Kenneth still felt that something was missing. And now he was sure it was his birth father. Why couldn’t he even find a grave marker?

*****

A continent away in the penthouse suite of a luxury hotel, Gary looked at another report. (He hadn’t been called by his first name for years. He was Mr. Adamson to everyone. He was a powerful man.) He too had been searching, and since he was very, very rich he had more resources at his command than Kenneth. For nearly 40 years he had wondered where his son was. If his wife had lived, the search would have been a priority, but the police had searched diligently at the time, and he hadn’t seen any reason to try some more. Doubtless little Vincent had been killed years ago. His wife had also died a couple of years after their son went missing.

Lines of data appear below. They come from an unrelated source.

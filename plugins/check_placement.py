"""Built-in check ``placement``: every electrode against the scalp and against its label.

- distance: signed distance to the scalp (outside positive): lifted electrodes
  (``placement.off-scalp``), electrodes below the skin (``placement.inside-scalp``),
  and a montage that sits off the scalp as a whole (``placement.misfit``);
- labels: a left-right flipped montage (``placement.mirrored``: odd labels on the
  right, even on the left), and exchanged labels (``placement.swapped``): the
  digitized positions are matched to the reference layout by an optimal
  assignment (Kuhn 1955; scipy ``linear_sum_assignment``) after a robust
  similarity fit of the layout to the positions (Umeyama 1991), and each cycle
  of the assignment whose members moved far and clearly closer to another
  label's place is reported.
"""
from __future__ import annotations

import re
from collections.abc import Mapping

import numpy as np
from scipy.optimize import linear_sum_assignment

from prep import Check, CheckReport, Finding, Sensors, Surface, hookimpl
from prep.geometry.registration import absolute_orientation
from prep.geometry.surface import closest_points

SOURCE = "check 'placement'"

DEFAULTS = {
    # lifted electrodes: gel and electrode height are a few mm; beyond 10 mm the
    # electrode is off the skin (common practice)
    "off_scalp_warn_m": 0.006,
    "off_scalp_fail_m": 0.010,
    # below the skin by more than the digitizer noise (common practice)
    "inside_scalp_warn_m": 0.006,
    # the whole montage off the scalp: median |distance| (common practice)
    "misfit_median_m": 0.006,
    # swaps: each member at least this far from its own label's place, and at most
    # swap_ratio times that distance from the place it was matched to (common practice)
    "swap_min_shift_m": 0.012,
    "swap_ratio": 0.5,
    # mirror: share of lateral electrodes (|x| > lateral_min_m) on the wrong side (common practice)
    "mirror_fraction": 0.8,
    "lateral_min_m": 0.01,
}

_POSITION = re.compile(r"^([A-Za-z]+?)(z|Z|\d{1,2})(h|H)?$")


def label_side(label: str) -> int:
    """-1 for a left label (odd number), +1 for right (even), 0 midline (``z``) or not a system label."""
    m = _POSITION.match(label)
    if not m or m.group(2) in ("z", "Z"):
        return 0
    return -1 if int(m.group(2)) % 2 else 1


def counterpart(label: str) -> str | None:
    """The mirror label (``C3`` <-> ``C4``, ``Fp1`` <-> ``Fp2``); None for midline or other labels."""
    m = _POSITION.match(label)
    if not m or m.group(2) in ("z", "Z"):
        return None
    k = int(m.group(2))
    return f"{m.group(1)}{k + 1 if k % 2 else k - 1}{m.group(3) or ''}"


def _lateral_axis(fiducials: Mapping[str, np.ndarray] | None, reference: Sensors | None,
                  ) -> tuple[np.ndarray, np.ndarray] | None:
    """(origin, unit right-pointing axis) from LPA/RPA, else from the reference layout's label sides."""
    if fiducials and "lpa" in fiducials and "rpa" in fiducials:
        lpa, rpa = np.asarray(fiducials["lpa"]), np.asarray(fiducials["rpa"])
        if np.linalg.norm(rpa - lpa) > 0:
            return (lpa + rpa) / 2, (rpa - lpa) / np.linalg.norm(rpa - lpa)
    if reference is not None:
        sides = np.array([label_side(lab) for lab in reference.labels])
        pos = reference.positions
        if (sides > 0).any() and (sides < 0).any():
            axis = pos[sides > 0].mean(axis=0) - pos[sides < 0].mean(axis=0)
            return pos.mean(axis=0), axis / np.linalg.norm(axis)
    return None


def _mirror(labels: tuple[str, ...], pos: np.ndarray, frame: tuple[np.ndarray, np.ndarray] | None,
            fraction: float, lateral_min: float) -> Finding | None:
    if frame is None:
        return None
    origin, axis = frame
    x = (pos - origin) @ axis
    sides = np.array([label_side(lab) for lab in labels])
    use = (sides != 0) & (np.abs(x) > lateral_min) & np.isfinite(x)
    if use.sum() < 4:
        return None
    wrong = use & (np.sign(x) != sides)
    share = float(wrong.sum() / use.sum())
    if share < fraction:
        return None
    return Finding(code="placement.mirrored", severity="fail", source=SOURCE,
                   subjects=tuple(lab for lab, w in zip(labels, wrong) if w),
                   message=f"the montage is left-right mirrored: {wrong.sum()} of {use.sum()} lateral electrodes "
                           "sit on the side opposite to their label (odd numbers belong on the left); check the "
                           "digitizer's axes or how the labels were assigned",
                   values={"wrong_side_fraction": share, "n_lateral": int(use.sum())}, threshold=fraction)


def _robust_similarity(src: np.ndarray, dst: np.ndarray) -> np.ndarray:
    """``src`` moved onto ``dst`` by a similarity fitted with trimming (pairs far off are left out)."""
    keep = np.ones(len(src), dtype=bool)
    moved = src
    for _ in range(4):
        rot, t, s = absolute_orientation(src[keep], dst[keep], scale=True)
        moved = src @ (s * rot).T + t
        r = np.linalg.norm(moved - dst, axis=1)
        new = r <= max(3.0 * 1.4826 * np.median(r), 0.005)
        if new.sum() < 4 or (new == keep).all():
            break
        keep = new
    return moved


def _cycles(perm: np.ndarray) -> list[list[int]]:
    seen = np.zeros(len(perm), dtype=bool)
    out = []
    for i in range(len(perm)):
        if seen[i] or perm[i] == i:
            continue
        cyc, j = [], i
        while not seen[j]:
            seen[j] = True
            cyc.append(j)
            j = perm[j]
        out.append(cyc)
    return out


def _swaps(labels: tuple[str, ...], pos: np.ndarray, reference: Sensors, min_shift: float,
           ratio: float) -> list[Finding]:
    ref_index = {lab: i for i, lab in enumerate(reference.labels)}
    common = [i for i, lab in enumerate(labels) if lab in ref_index and np.isfinite(pos[i]).all()]
    if len(common) < 4:
        return []
    p = pos[common]
    q = _robust_similarity(reference.positions[[ref_index[labels[i]] for i in common]], p)
    cost = ((p[:, None, :] - q[None, :, :]) ** 2).sum(axis=2)
    _, perm = linear_sum_assignment(cost)
    found = []
    for cyc in _cycles(perm):
        own = np.sqrt(cost[cyc, cyc])
        matched = np.sqrt(cost[cyc, perm[cyc]])
        if not ((own >= min_shift) & (matched <= ratio * own)).all():
            continue
        names = [labels[common[i]] for i in cyc]
        if len(names) == 2:
            text = f"labels {names[0]} and {names[1]} appear exchanged"
        else:
            text = "labels appear rotated along the cycle " + " -> ".join(names + [names[0]])
        found.append(Finding(
            code="placement.swapped", severity="fail", source=SOURCE, subjects=tuple(names),
            message=f"{text}: each sits {own.min() * 1e3:.0f}-{own.max() * 1e3:.0f} mm from its label's place "
                    f"and {matched.max() * 1e3:.0f} mm or less from another's; check the cap or the file",
            values={"own_distance_m": own.tolist(), "matched_distance_m": matched.tolist(),
                    "matched_to": [labels[common[perm[i]]] for i in cyc]},
            threshold={"swap_min_shift_m": min_shift, "swap_ratio": ratio}))
    return found


def _distance_findings(labels: tuple[str, ...], d: np.ndarray, *, off_warn: float, off_fail: float,
                       inside: float, misfit: float) -> list[Finding]:
    out = []
    finite = np.isfinite(d)
    if finite.any() and np.median(np.abs(d[finite])) > misfit:
        med = float(np.median(np.abs(d[finite])))
        out.append(Finding(code="placement.misfit", severity="fail", source=SOURCE,
                           message=f"the electrodes sit {med * 1e3:.1f} mm from the scalp on median: the "
                                   "co-registration or the units are wrong",
                           values={"median_abs_distance_m": med}, threshold=misfit))
    groups = (("placement.off-scalp", "fail", finite & (d > off_fail), off_fail, "above the skin (lifted)"),
              ("placement.off-scalp", "warn", finite & (d > off_warn) & (d <= off_fail), off_warn,
               "above the skin"),
              ("placement.inside-scalp", "warn", finite & (d < -inside), inside, "below the skin"))
    for code, severity, mask, limit, where in groups:
        if not mask.any():
            continue
        names = tuple(lab for lab, m in zip(labels, mask) if m)
        listing = ", ".join(f"{lab} {abs(x) * 1e3:.0f} mm" for lab, x in zip(names, d[mask]))
        out.append(Finding(code=code, severity=severity, source=SOURCE, subjects=names,
                           message=f"{len(names)} electrode(s) more than {limit * 1e3:.0f} mm {where}: {listing}",
                           values={"signed_distance_m": dict(zip(names, d[mask].tolist()))}, threshold=limit))
    return out


def run(sensors: Sensors, scalp: Surface, fiducials: Mapping[str, np.ndarray] | None = None,
        reference: Sensors | None = None, *, off_scalp_warn_m: float = 0.006, off_scalp_fail_m: float = 0.010,
        inside_scalp_warn_m: float = 0.006, misfit_median_m: float = 0.006, swap_min_shift_m: float = 0.012,
        swap_ratio: float = 0.5, mirror_fraction: float = 0.8, lateral_min_m: float = 0.01) -> CheckReport:
    """Check placed electrodes (anatomy frame) against the scalp and their labels.

    Returns
    -------
    CheckReport
        ``arrays``: ``signed_distance_m`` (n,), ``projected_m`` (n, 3);
        ``metrics``: ``electrodes`` (per-electrode table: label, signed distance,
        projected position, codes), counts and the thresholds used.
    """
    labels = sensors.labels
    pos = sensors.positions
    finite = np.isfinite(pos).all(axis=1)
    d = np.full(len(labels), np.nan)
    proj = np.full((len(labels), 3), np.nan)
    if finite.any():
        proj[finite], d[finite], _ = closest_points(scalp.vertices, scalp.faces, pos[finite])
    findings = _distance_findings(labels, d, off_warn=off_scalp_warn_m, off_fail=off_scalp_fail_m,
                                  inside=inside_scalp_warn_m, misfit=misfit_median_m)
    axis = _lateral_axis(fiducials, reference)
    if axis is None:
        findings.append(Finding(code="placement.unchecked", severity="info", source=SOURCE,
                                message="no LPA/RPA and no reference layout: left-right mirroring was not checked"))
    mirrored = _mirror(labels, proj, axis, mirror_fraction, lateral_min_m)
    if mirrored is not None:
        findings.append(mirrored)
    elif reference is not None:
        ref_ok = np.isfinite(reference.positions).all(axis=1)
        ref = reference.select(ref_ok)
        if ref_ok.any():
            ref_proj = closest_points(scalp.vertices, scalp.faces, ref.positions)[0]
            findings += _swaps(labels, proj, Sensors(labels=ref.labels, positions=ref_proj, frame=ref.frame),
                               swap_min_shift_m, swap_ratio)
    codes: dict[str, list[str]] = {lab: [] for lab in labels}
    for f in findings:
        for s in f.subjects:
            if s in codes:
                codes[s].append(f.code)
    table = [{"label": lab, "signed_distance_m": None if not np.isfinite(x) else float(x),
              "projected_m": None if not np.isfinite(p).all() else p.tolist(), "codes": sorted(set(codes[lab]))}
             for lab, x, p in zip(labels, d, proj)]
    metrics = {"electrodes": table, "n_electrodes": len(labels),
               "median_abs_distance_m": float(np.median(np.abs(d[finite]))) if finite.any() else None,
               "max_distance_m": float(np.max(d[finite])) if finite.any() else None,
               "min_distance_m": float(np.min(d[finite])) if finite.any() else None,
               "swap_check": "reference layout" if reference is not None and mirrored is None else "skipped"}
    return CheckReport(findings=tuple(findings), metrics=metrics,
                       arrays={"signed_distance_m": d, "projected_m": proj})


@hookimpl
def headprep_register_checks() -> list[Check]:
    return [Check(name="placement", target="placement", run=run, defaults=dict(DEFAULTS),
                  description="electrodes against the scalp (lifted, below the skin) and their labels "
                              "(swapped, mirrored)")]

For weeks Gary had known where his missing son was. But when he’d looked at that perfect life, he had wondered whether he had a right to change it. His wife would have had no doubt, he knew. They’d be on the private jet that was waiting at the airport as fast as they could pack an overnight bag and they’d be talking to that son. But he wasn’t sure.

But this report changed things. His son was looking for him. His son wanted to know who he was.

He pressed an intercom button. “Get the jet ready …”

*****

And now the question: Who was lost, and who was found?

(This story was written while thinking about Lectionary Proper 12A, which will be discussed in the Bible Study my wife Jody and I host on July 21, 2014 at 7 pm.)